Open seboyden opened 6 years ago
I agree that PCR free WGS has become the norm. Therefore, I think this is a good suggestion. However, it does require that samblaster parse read-ids, something that it does not do currently. I will strongly consider this feature for any upcoming major release of samblaster.
Thanks—I (and others) will appreciate it!
Any further consideration of adding optical duplicate marking?
Yes, I have been thinking about how to do this, but it is difficult in a one-pass algorithm that samblaster must use to satisfy its primary usage scenario in a pipe. In particular, I have yet to imagine a solution that does not approximately double the amount of memory used by samblaster in order to keep track of the Illumina flow cell location for reads.

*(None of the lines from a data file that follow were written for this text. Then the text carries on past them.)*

**The IMM step.** For ``r`` models that share one state of dimension 4 and observe its
first component, one step is the interacting multiple model (IMM) recursion of Blom &
Bar-Shalom:

1. interaction: predicted mode probabilities ``c̄_j = Σ_i π_ij μ_i``, mixing weights
   ``μ_i|j = π_ij μ_i / c̄_j``, mixed state ``x0_j = Σ_i μ_i|j x_i`` and covariance
   ``P0_j = Σ_i μ_i|j (P_i + (x_i − x0_j)(x_i − x0_j)ᵀ)``;
2. prediction per model: ``x_j = Φ_j x0_j``, ``P_j = Φ_j P0_j Φ_jᵀ + Q_j``;
3. update per model with the scalar measurement ``z = x[0] + noise`` of variance ``R``:
   ``S_j = P_j[0,0] + R``, ``K_j = P_j[:,0]/S_j``, Joseph form
   ``P ← (I − K H) P (I − K H)ᵀ + K R Kᵀ`` (symmetric and positive under rounding);
   likelihood ``Λ_j = N(y_j; 0, S_j)``;
4. mode probabilities ``μ_j ∝ c̄_j Λ_j``, computed in logarithms so none underflows.

**Outliers, decided by the next sample.** A single sample cannot tell an isolated
outlier from the first sample of a sudden load change: both are a large innovation. The
next sample can: after a load change the data keep moving, after an outlier they come
back. So a sample whose innovation is beyond ``gate`` standard deviations of the most
probable model, or that on its own would give the force-jump models more than
``_JUMP_SUSPECT`` of the probability (at high sample rates one sample of a jump is barely
above the noise, so a single noisy sample can do that; a kink model, whose first sample
looks like no change, does not count), is held as *suspect*: two branches are kept,
"used" (the IMM step above) and "outlier" (prediction only). The next sample runs the
IMM step from both, and the branches are weighed by everything they predicted — prior
probability ``ε`` of an outlier, the density of the suspect sample under each hypothesis
(`_outlier_log_density`: an outlier is spread about the prediction with scale
``outlier_sd``, Gaussian in its core with a Cauchy share ``outlier_tail``), the density
of the next sample — and merged per model by moment matching. An isolated outlier is
thus rejected, and a load change loses none of its samples. The row of a suspect sample
shows both branches merged with the weights known then; its flag says so. A sample beyond
``gate`` noise σ that would make "an outlier" at least ``_OUTLIER_SUSPECT`` probable on its
own is suspect too: where a fast-moving load widens the prediction, a spike can sit inside
the gate.

**Hindsight.** Some spikes still pass as motion. The prediction made before each sample
used though beyond ``gate`` noise σ is kept (slot 2 of the state arrays); when the next
sample is suspect, "the sample before was the outlier" is weighed beside "both used" and
"this one an outlier", and when it is the likeliest the readings that use the new sample
are merged by their odds and the sample before is counted as rejected.

**Bursts.** Interference often spoils two or three samples in a row. When the sample
after a suspect is beyond the gate *as seen from the "outlier" branch*, and "used" is not
already decided by it (`_burst_goes_on`), nothing is decided yet: "used" takes it,
"outlier" holds it too as the next of a burst (prior probability ``_LOG_BURST_GO_ON``
that an outlier is followed by another), up to ``_BURST_MAX`` samples; the first sample
not held, or the one after the longest burst, decides between "all used" and "all
outliers". Without this a burst of two 50σ samples on an invented cell sampled 66 times
a period was taken as two force jumps, out and back: 60 N off on a 200 N cell for a few
rows.

**Deferred.** When the sample that decides leaves the odds short of 19 to 1 either way
(`_odds_open`), both branches take it as an ordinary sample and the decision waits for one
more (`_DEFER_MAX`); its row is flagged deferred and shows both branches. Where the load
moves fast for the sampling rate one sample after a spike can say little: on an invented
cell read seven times a period under a random load, "used" stood at 0.905 after the
spike's next sample and at 0.33 after the one after it.

Sources: H. A. P. Blom, Y. Bar-Shalom, "The interacting multiple model algorithm for
systems with Markovian switching coefficients", IEEE Trans. Automatic Control 33(8),
780-783, 1988; Y. Bar-Shalom, X. R. Li, T. Kirubarajan, "Estimation with Applications
to Tracking and Navigation", Wiley 2001, section 11.6.6; the two-hypothesis weighing
is Bayes' rule over the suspect sample and the next one.

**Layout.** Inside a block the models' states are held with the model index last,
``(4, r)`` per branch, and each covariance packed to its upper triangle, ``(10, r)`` (row
``_U[a, b]``), so that the steps over the models are loops the compiler may vectorise; the
caller's arrays keep ``(branches, r, 4)`` and ``(branches, r, 4, 4)`` and are converted on
entry and written back on exit. Every sum runs in the order it had with the model index
first, so the results are the same bit for bit.

Nothing here allocates per sample; every decision depends only on past samples, so a
record fed in blocks of any size gives bit-identical results (the suspect branch is part
of the carried state).

The kernel is one file on purpose: numba's on-disk cache follows the file of the function
it compiled, not the files of the functions it calls, so a helper moved to another module
would leave stale machine code running after an edit (DEVELOPERS.md, Conventions). The
six largest helpers (`_interact_predict`, `_weigh`, `_apply`, `_merge`, `_combine`,
`_burst_goes_on`) are compiled as functions of their own, not inlined at each of their
calls: inlined, the kernel took 72 s to compile from a cold cache (the first session after
an install) for a speed within 2 % of the same; now 18 s (2026-12-06).
"""

from __future__ import annotations

import math

import numba
import numpy as np

__all__ = [
    "FLAG_OUT_DEFERRED",
    "FLAG_OUT_REJECTED_BEFORE",
    "FLAG_OUT_SUSPECT",
    "FLAG_OUT_UNUSED",
    "imm_block",
]

FLAG_OUT_UNUSED = 1  #: no measurement (NaN): predict only
FLAG_OUT_SUSPECT = 2  #: innovation beyond the gate: held until a later sample decides
FLAG_OUT_REJECTED_BEFORE = 4  #: the held (suspect) samples before were judged outliers
#: used by both branches: the decision on the held samples before it waits for the next
FLAG_OUT_DEFERRED = 8

_LOG_2PI = math.log(2.0 * math.pi)
_LOG_PI = math.log(math.pi)
_SHOW_USED = 0.5  # a suspect row shows the sample used only at these odds or better
_DECIDED = 0.05  # two-sample odds of a suspect beyond which the decision is hard
_LOG_DECIDED_ODDS = math.log((1.0 - _DECIDED) / _DECIDED)
_LOWEST_LOG_DENSITY = -1e300  # of a sample no model gives any density
_JUMP_SUSPECT = 0.05  # posterior of the jump model from one sample that makes it suspect
_OUTLIER_SUSPECT = 0.01  # probability of "an outlier" from one sample that makes it suspect
_LOG_OUTLIER_SUSPECT_ODDS = math.log(_OUTLIER_SUSPECT / (1.0 - _OUTLIER_SUSPECT))
_BURST_MAX = 3  # consecutive samples that can be rejected together as one burst
_DEFER_MAX = 1  # samples after the held ones that may leave the decision waiting
_PEND_SIZE = 8  # entries of ``pend`` (see `imm_block`)
_LOG_BURST_GO_ON = math.log(0.1)  # log probability that an outlier is followed by another


#: packed upper triangle of a symmetric 4×4 covariance: entry (a, b) is row ``_U[a, b]``
_U = np.array([[0, 1, 2, 3], [1, 4, 5, 6], [2, 5, 7, 8], [3, 6, 8, 9]])
_DIAG = np.array([0, 4, 7, 9])  # rows of (0, 0), (1, 1), (2, 2), (3, 3)
_JIT = {"cache": True, "nogil": True, "error_model": "numpy"}


@numba.njit(**_JIT)
def _interact_predict(it, phi, q, qd, PI, prune, floor, x, P, PD, mu, cbar, tot, W, x0, P0, PD0):
    """Steps 1 and 2: mixed priors, then each model's prediction, in place in x, P (and
    PD of the floor models).

    A model whose probability is below its ``prune`` entry passes nothing on: each
    model's sources are the models kept and itself, summed in ascending order. The loops
    run over the receiving models, which the layout (model index last) makes vectors.
    """
    r = mu.shape[0]
    for j in range(r):
        cbar[j] = 0.0
        tot[j] = 0.0
    for i in range(r):
        m = mu[i]
        for j in range(r):
            cbar[j] += PI[it, i, j] * m
        if mu[i] >= prune[i]:  # kept: a source of every model
            for j in range(r):
                tot[j] += PI[it, i, j] * m
        else:  # a source of itself only
            tot[i] += PI[it, i, i] * m
    for i in range(r):
        if mu[i] >= prune[i]:
            for j in range(r):
                W[i, j] = PI[it, i, j] * mu[i] / tot[j]
        else:
            W[i, i] = PI[it, i, i] * mu[i] / tot[i]
    for a in range(4):
        for j in range(r):
            x0[a, j] = 0.0
    for u in range(10):
        for j in range(r):
            P0[u, j] = 0.0
    for i in range(r):
        if mu[i] >= prune[i]:
            for a in range(4):
                for j in range(r):
                    x0[a, j] += W[i, j] * x[a, i]
        else:
            for a in range(4):
                x0[a, i] += W[i, i] * x[a, i]
    for i in range(r):
        if mu[i] >= prune[i]:
            for j in range(r):
                _mix_term(W[i, j], x, P, i, x0, P0, j)
        else:
            _mix_term(W[i, i], x, P, i, x0, P0, i)
    for j in range(r):
        if tot[j] <= 0.0:  # every source pruned: the model keeps its own state
            for a in range(4):
                x0[a, j] = x[a, j]
            for u in range(10):
                P0[u, j] = P[u, j]
    for j in range(r):
        if floor[j]:
            # the gain's design covariance: the same mixture of the sources' design
            # covariances (a regular model's is its own)
            for u in range(10):
                PD0[u, j] = 0.0
            if tot[j] <= 0.0:
                for u in range(10):
                    PD0[u, j] = PD[u, j]
            else:
                for i in range(r):
                    if i == j or mu[i] >= prune[i]:
                        _mix_term(W[i, j], x, PD if floor[i] else P, i, x0, PD0, j)
    for j in range(r):
        _predict_cov(it, j, phi, q, P0, P)
        a0, a1, a2, a3 = x0[0, j], x0[1, j], x0[2, j], x0[3, j]
        for a in range(4):
            x[a, j] = (
                0.0
                + phi[it, 4 * a, j] * a0
                + phi[it, 4 * a + 1, j] * a1
                + phi[it, 4 * a + 2, j] * a2
                + phi[it, 4 * a + 3, j] * a3
            )
    for j in range(r):
        if floor[j]:
            _predict_cov(it, j, phi, qd, PD0, PD)
    for j in range(r):
        mu[j] = cbar[j]


@numba.njit(inline="always", **_JIT)
def _mix_term(wm, x, S, i, x0, P0, j):
    """``P0[:, j] += wm (S_i + (x_i − x0_j)(x_i − x0_j)ᵀ)``, packed."""
    d0 = x[0, i] - x0[0, j]
    d1 = x[1, i] - x0[1, j]
    d2 = x[2, i] - x0[2, j]
    d3 = x[3, i] - x0[3, j]
    P0[0, j] += wm * (S[0, i] + d0 * d0)
    P0[1, j] += wm * (S[1, i] + d0 * d1)
    P0[2, j] += wm * (S[2, i] + d0 * d2)
    P0[3, j] += wm * (S[3, i] + d0 * d3)
    P0[4, j] += wm * (S[4, i] + d1 * d1)
    P0[5, j] += wm * (S[5, i] + d1 * d2)
    P0[6, j] += wm * (S[6, i] + d1 * d3)
    P0[7, j] += wm * (S[7, i] + d2 * d2)
    P0[8, j] += wm * (S[8, i] + d2 * d3)
    P0[9, j] += wm * (S[9, i] + d3 * d3)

Thanks, I think 2X memory usage might be acceptable given this would be optional, especially if warned about the increased memory in the documentation/help.
I've submitted a pull request of changes I Mae that would allow this. You should be able to add UMI support on top of that in just a few minutes.
I'd like to request a feature analogous to the Picard MarkDuplicates TAGGING_POLICY option, where setting All will record the Duplicate Type (PCR or optical) in the optional DT tag, and OpticalOnly will only mark optical duplicates. It's often recommended to only mark optical duplicates on data from PCR-free library prep, which includes most WGS. Thanks!